In a typical Atlantic Ocean hurricane season, August is the ramp-up to September’s peak. This season came to life almost overnight in mid-August, producing a record four named storms in less than 48 hours.
This season’s third hurricane, Idalia, formed on Aug. 29, 10 days earlier than average. It struck the southeastern U.S. last week as a Category 3 hurricane and caused a dangerous storm surge, wind damage and flooding. (Idalia weakened but was still roaring in the Atlantic Ocean over the weekend.)
By the end of August, 11 named storms had formed. Only eight other hurricane seasons in more than 100 years of record-keeping have matched that pace, according to Phil Klotzbach, a hurricane expert at Colorado State University. They include the busy and memorable seasons of 2005 (the year of Hurricane Katrina), 2020 (with a record 30 named storms) and 2021 (the year of the powerful Ida).

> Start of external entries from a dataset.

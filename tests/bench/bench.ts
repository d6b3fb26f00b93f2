import { stepBench } from './step';
import { yardBench } from './yard';

/** `npm run bench`: one step, then a full yard. The machine may be shared: ratios are what to compare. */
const print = (line: string): void => {
	process.stdout.write(`${line}\n`);
};
stepBench(print);
yardBench(print);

This relatively frenetic end of August doesn’t necessarily mean that we should brace for an onslaught of late-summer and autumn storms, Eric Blake, a hurricane specialist with the National Hurricane Center, told me. “It’s very common that you’ll get a whole bunch of storms, then it will take a week or two off,” he said.
At this busy point in the hurricane season, forecasters begin homing in on two-week forecasts. Even if named storms form over the next two weeks, it could feel calmer because there is a decent chance that they will develop off the coast of Africa and stay well out into the Atlantic Ocean, far from people. Such hurricanes are sometimes called fish storms because they affect only the fish.
As for the rest of hurricane season, which ends in November, two clashing meteorological forces are battling to determine how busy its remaining weeks will be.
The first force is El Niño, the climate phenomenon that shows up intermittently and can affect weather around the world. El Niño arrived over the summer, and forecasters predicted that it would ramp up in intensity. Historically, it produces abundant amounts of wind in varying speeds and directions that tears apart storms. The stronger El Niño becomes, the greater its influence in limiting the formation of Atlantic Ocean hurricanes.
But El Niño is competing with another factor: the heightened ocean water temperatures that grabbed headlines this summer for bleaching coral and turning Florida’s coastal waters into something akin to a hot tub. Scientists believe that climate change has contributed to the warming oceans. The abnormally hot water temperatures provide more energy to fuel hurricanes and could thwart El Niño’s mitigating effects on these storms.
It’s rare to see both El Niño and warmer ocean waters simultaneously, and the lack of historical context has reduced experts’ confidence in their predictions. But at the halfway point of the hurricane season, just a few more named storms will make their forecasts of an above-average number of storms come true.